● **WORK REQUIRED**
Every line below that holds the word "type" must be listed.

● **GIVEN INFORMATION**
..............................
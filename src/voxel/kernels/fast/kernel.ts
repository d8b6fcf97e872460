import { philox } from '../../../base/philox.ts';
import {
  COEFFICIENT,
  DENT_MARKS,
  type Field,
  FREE_REACH,
  GRAIN_BINS_PER_OCTAVE,
  GRAIN_OCTAVES,
  HIT_CHANNELS,
  type Kernel,
  type KernelTables,
  LOAD_BIN_FIRST_EXPONENT,
  LOAD_BINS,
  OUT_OF_REACH,
  type Rim,
  STEP,
  SUM,
  SUMS,
  USE_HIT,
  USE_RUNOUT,
} from '../contract.ts';
import { detachAt, exponential, isIdle, riseAt, tailAt } from './look-up.ts';
import { type Footprint, stampChip, stampDent } from './stamp.ts';

const TWO_TO_MINUS_32 = 2.3283064365386963e-10;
..............................
● **FINISHED EXERCISE**
  type Field,
  type Kernel,
  type KernelTables,
  type Rim,
import { type Footprint, stampChip, stampDent } from './stamp.ts';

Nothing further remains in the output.